■ **THE TASK**
A line containing "let w: World;" appears in the material below. Return exactly every line from the first through that one, and only those.
########################################
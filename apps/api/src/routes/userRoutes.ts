import { Router, type RequestHandler } from 'express';
import { InvitationCreate, UserUpdate } from '@kerfmark/contracts';
import { parse, parseId } from '../lib/parse';
import { allow } from '../middleware/allow';
import type { Services } from '../services';

/** The organisation's people: every member sees the team, admins invite and change roles. */
export function userRoutes(services: Services, requireAuth: RequestHandler): Router {
  const router = Router();
  router.use(requireAuth);
  const adminOnly = allow({ roles: ['admin'] });

  router.get('/', async (req, res) => {
    res.json(await services.users.list(req.user!));
  });

  // Adding a user means inviting them: they choose their own password from the e-mail.
  router.post('/', adminOnly, async (req, res) => {
    const input = parse(InvitationCreate, req.body);
    res.status(201).json(await services.invitations.create(req.user!, input));
  });

  router.patch('/:id', adminOnly, async (req, res) => {
    const id = parseId(req.params.id, 'That user');
    const patch = parse(UserUpdate, req.body);
    res.json(await services.users.update(req.user!, id, patch));
  });

  return router;
}
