import { formatInZone } from '@kerfmark/contracts';
import request from 'supertest';
import { beforeAll, describe, expect, it } from 'vitest';
import { MIN_DEADLINE_NOTICE_MS } from '../access';
import { DieRequest, Notification } from '../models';
import { bidBody } from '../test/fixtures';
import { app, createOpenRequest, createShop, createWorld, knex, waitForEmail, type World } from '../test/harness';

// Sealed means sealed by every route: cancelling, moving the deadline and the home page included.
const bearer = (token: string) => ({ Authorization: `Bearer ${token}` });
const HOUR = 3_600_000;

let w: World;
let second: Awaited<ReturnType<typeof createShop>>;

beforeAll(async () => {
  w = await createWorld();
  second = await createShop();
});

/** An open request with a bid from each of the two shops: 80,000 + 3,500 and 70,000 + 3,500 cents. */
async function withTwoBids(opts: Parameters<typeof createOpenRequest>[1] = {}) {
  const open = await createOpenRequest(w, opts);
  const mine = await request(app)
    .post(`/api/requests/${open.id}/bids`)
    .set(bearer(w.tokens.estimator))
    .send(bidBody(80_000));
  const theirs = await request(app)
    .post(`/api/requests/${open.id}/bids`)
    .set(bearer(second.token))
    .send(bidBody(70_000, { leadDays: 30 }));
  expect([mine.status, theirs.status]).toEqual([201, 201]);
  return { id: open.id, title: open.title, bidIds: [mine.body.id as number, theirs.body.id as number] };
}

const noticesOf = (userId: number, requestId: number) =>
  Notification.query().where({ userId, link: `/requests/${requestId}` });

/** Nothing of either bid in a body: no amount, no shop name, no count. */
function expectNothingOfTheBids(body: unknown) {
  const text = JSON.stringify(body) ?? '';
  for (const figure of ['83500', '73500', '83,500', '73,500', '835.00', '735.00', w.shop.name, second.shop.name])
    expect(text).not.toContain(figure);
}

describe('cancelling before the deadline', () => {
  it('keeps the bids sealed for good and tells every bidder', async () => {
    const r = await withTwoBids();
    const cancelled = await request(app)
      .post(`/api/requests/${r.id}/cancel`)
      .set(bearer(w.tokens.buyer))
      .send({ reason: 'The job was lost.' });
    expect(cancelled.status, JSON.stringify(cancelled.body)).toBe(200);
    expectNothingOfTheBids(cancelled.body);

    for (const who of ['buyer', 'purchasing', 'printerAdmin'] as const) {
      const compare = await request(app).get(`/api/requests/${r.id}/bids`).set(bearer(w.tokens[who]));
      expect(compare.status).toBe(404);
      expect(compare.body.error.code).toBe('bids_sealed');
      expectNothingOfTheBids(compare.body);
    }
    // Awarding a guessed bid says nothing of it (its price, its validity, whether it exists).
    for (const bidId of [...r.bidIds, r.bidIds[1]! + 1_000]) {
      const award = await request(app)
        .post(`/api/requests/${r.id}/award`)
        .set(bearer(w.tokens.purchasing))
        .send({ bidId });
      expect(award.status).toBe(409);
      expectNothingOfTheBids(award.body);
    }
    const ocds = await request(app).get(`/api/requests/${r.id}/ocds`).set(bearer(w.tokens.purchasing));
    expectNothingOfTheBids(ocds.body);

    // Both bidding shops are told, in the app and by e-mail.
    for (const user of [w.users.estimator, second.estimator]) {
      const notices = await noticesOf(user.id, r.id);
      expect(notices.map((n) => n.kind)).toContain('request_cancelled');
      expect((await waitForEmail(user.email, `Cancelled: ${r.title}`)).text).toContain('The job was lost.');
    }
  });
});

describe('moving an open request’s deadline', () => {
  const patch = (token: string, id: number, at: Date) =>
    request(app).patch(`/api/requests/${id}`).set(bearer(token)).send({ bidDeadline: at.toISOString() });

  it('never brings it to seconds away: earlier only by purchasing, and with a day’s notice', async () => {
    const r = await withTwoBids();
    const soon = new Date(Date.now() + 5_000);
    const byBuyer = await patch(w.tokens.buyer, r.id, soon);
    expect(byBuyer.status).toBe(403);
    const byPurchasing = await patch(w.tokens.purchasing, r.id, soon);
    expect(byPurchasing.status).toBe(400);
    expect(byPurchasing.body.error.fields.bidDeadline).toMatch(/24 hours/);
    const stored = await DieRequest.query().findById(r.id);
    expect(stored!.bidDeadline!.getTime()).toBeGreaterThan(Date.now() + 6 * 86_400_000);

    // Purchasing may bring it forward with at least the minimum notice; every bidder hears of it.
    const earlier = new Date(Date.now() + MIN_DEADLINE_NOTICE_MS + HOUR);
    const ok = await patch(w.tokens.purchasing, r.id, earlier);
    expect(ok.status, JSON.stringify(ok.body)).toBe(200);
    expect(ok.body.bidDeadline).toBe(earlier.toISOString());
    for (const user of [w.users.estimator, second.estimator]) {
      expect((await noticesOf(user.id, r.id)).map((n) => n.kind)).toContain('deadline_changed');
    }
  });

  it('lets the buyer move it later, and tells every bidder', async () => {
    const r = await withTwoBids();
    const later = new Date(Date.now() + 14 * 86_400_000);
    const res = await patch(w.tokens.buyer, r.id, later);
    expect(res.status, JSON.stringify(res.body)).toBe(200);
    for (const user of [w.users.estimator, second.estimator]) {
      expect((await noticesOf(user.id, r.id)).map((n) => n.kind)).toContain('deadline_changed');
      const mail = await waitForEmail(user.email, `New bid deadline: ${r.title}`);
      // In the reader's own zone, as the shop reads its clock.
      const { timeZone } = await knex('users as u')
        .join('organisations as o', 'o.id', 'u.organisationId')
        .where('u.id', user.id)
        .first('o.timeZone');
      expect(mail.text).toContain(`is now ${formatInZone(later, timeZone)}.`);
    }
  });

  it('refuses to take the deadline away from an open request', async () => {
    const r = await withTwoBids();
    const res = await request(app)
      .patch(`/api/requests/${r.id}`)
      .set(bearer(w.tokens.purchasing))
      .send({ bidDeadline: null });
    expect(res.status).toBe(400);
  });
});

describe('closing early', () => {
  it('is purchasing’s, and every bidder is told', async () => {
    const r = await withTwoBids();
    expect((await request(app).post(`/api/requests/${r.id}/close-bidding`).set(bearer(w.tokens.buyer))).status).toBe(
      403,
    );
    expect(
      (await request(app).post(`/api/requests/${r.id}/close-bidding`).set(bearer(w.tokens.purchasing))).status,
    ).toBe(200);
    for (const user of [w.users.estimator, second.estimator]) {
      expect((await noticesOf(user.id, r.id)).map((n) => n.kind)).toContain('bidding_closed');
    }
  });
});

describe('the buyer’s home page before the deadline', () => {
  it('flags risk from the request’s own dates only, never from a sealed bid', async () => {
    // Needed in 25 days: the planned 10 working days fit, the second shop's 30 working days would not.
    const r = await withTwoBids({ needByDate: new Date(Date.now() + 25 * 86_400_000).toISOString().slice(0, 10) });
    const home = await request(app).get('/api/me/dashboard').set(bearer(w.tokens.buyer));
    const item = (home.body.atRisk as Array<{ requestId: number }>).find((i) => i.requestId === r.id);
    expect(home.status).toBe(200);
    expect(home.body.atRisk.map((i: { requestId: number }) => i.requestId)).not.toContain(r.id);
    expectNothingOfTheBids(item);
    // Once the bids are opened, the lowest bid's 30 working days may count.
    await DieRequest.query()
      .patch({ bidDeadline: new Date(Date.now() - 60_000) })
      .findById(r.id);
    const after = await request(app).get('/api/me/dashboard').set(bearer(w.tokens.buyer));
    expect(after.body.atRisk.find((i: { requestId: number }) => i.requestId === r.id)?.reason).toMatch(
      /lowest bid’s promised ship date/,
    );
  });
});

describe('after the award', () => {
  it('a shop that did not win learns only that; the printer’s notices and e-mails name no bid before it', async () => {
    const r = await withTwoBids();
    // Before the deadline the printer's notices say nothing of the bids.
    for (const user of [w.users.buyer, w.users.purchasing]) expectNothingOfTheBids(await noticesOf(user.id, r.id));
    expect(
      (await request(app).post(`/api/requests/${r.id}/close-bidding`).set(bearer(w.tokens.purchasing))).status,
    ).toBe(200);
    // The first shop's dearer bid wins, with a reason.
    const award = await request(app)
      .post(`/api/requests/${r.id}/award`)
      .set(bearer(w.tokens.purchasing))
      .send({ bidId: r.bidIds[0], reason: 'Faster lead time.' });
    expect(award.status, JSON.stringify(award.body)).toBe(200);
    await request(app).post(`/api/requests/${r.id}/start-production`).set(bearer(w.tokens.estimator)).expect(200);

    const seen = await request(app).get(`/api/requests/${r.id}`).set(bearer(second.token));
    expect(seen.status).toBe(200);
    expect(seen.body).toMatchObject({
      outcome: 'not_awarded',
      award: null,
      status: 'awarded',
      shippedAt: null,
      deliveryAddress: null,
      trackingNote: null,
    });
    expect(JSON.stringify(seen.body)).not.toContain(w.shop.name);
    expect(JSON.stringify(seen.body)).not.toContain('83500');
    expect(
      (await request(app).get(`/api/purchase-orders/${award.body.award.id}/pdf`).set(bearer(second.token))).status,
    ).toBe(404);
    const lost = await noticesOf(second.estimator.id, r.id);
    expect(lost.map((n) => n.kind)).toContain('award_lost');
    for (const n of lost) expect(`${n.title} ${n.body}`).not.toMatch(/\$|83,500|835|Faster/);
  });
});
########################################
■ **OUTPUT BELOW**
filename apps/api/src/routes/userRoutes.ts
import { Router, type RequestHandler } from 'express';
import { InvitationCreate, UserUpdate } from '@kerfmark/contracts';
import { parse, parseId } from '../lib/parse';
import { allow } from '../middleware/allow';
import type { Services } from '../services';

/** The organisation's people: every member sees the team, admins invite and change roles. */
export function userRoutes(services: Services, requireAuth: RequestHandler): Router {
  const router = Router();
  router.use(requireAuth);
  const adminOnly = allow({ roles: ['admin'] });

  router.get('/', async (req, res) => {
    res.json(await services.users.list(req.user!));
  });

  // Adding a user means inviting them: they choose their own password from the e-mail.
  router.post('/', adminOnly, async (req, res) => {
    const input = parse(InvitationCreate, req.body);
    res.status(201).json(await services.invitations.create(req.user!, input));
  });

  router.patch('/:id', adminOnly, async (req, res) => {
    const id = parseId(req.params.id, 'That user');
    const patch = parse(UserUpdate, req.body);
    res.json(await services.users.update(req.user!, id, patch));
  });

  return router;
}
import { formatInZone } from '@kerfmark/contracts';
import request from 'supertest';
import { beforeAll, describe, expect, it } from 'vitest';
import { MIN_DEADLINE_NOTICE_MS } from '../access';
import { DieRequest, Notification } from '../models';
import { bidBody } from '../test/fixtures';
import { app, createOpenRequest, createShop, createWorld, knex, waitForEmail, type World } from '../test/harness';

// Sealed means sealed by every route: cancelling, moving the deadline and the home page included.
const bearer = (token: string) => ({ Authorization: `Bearer ${token}` });
const HOUR = 3_600_000;

let w: World;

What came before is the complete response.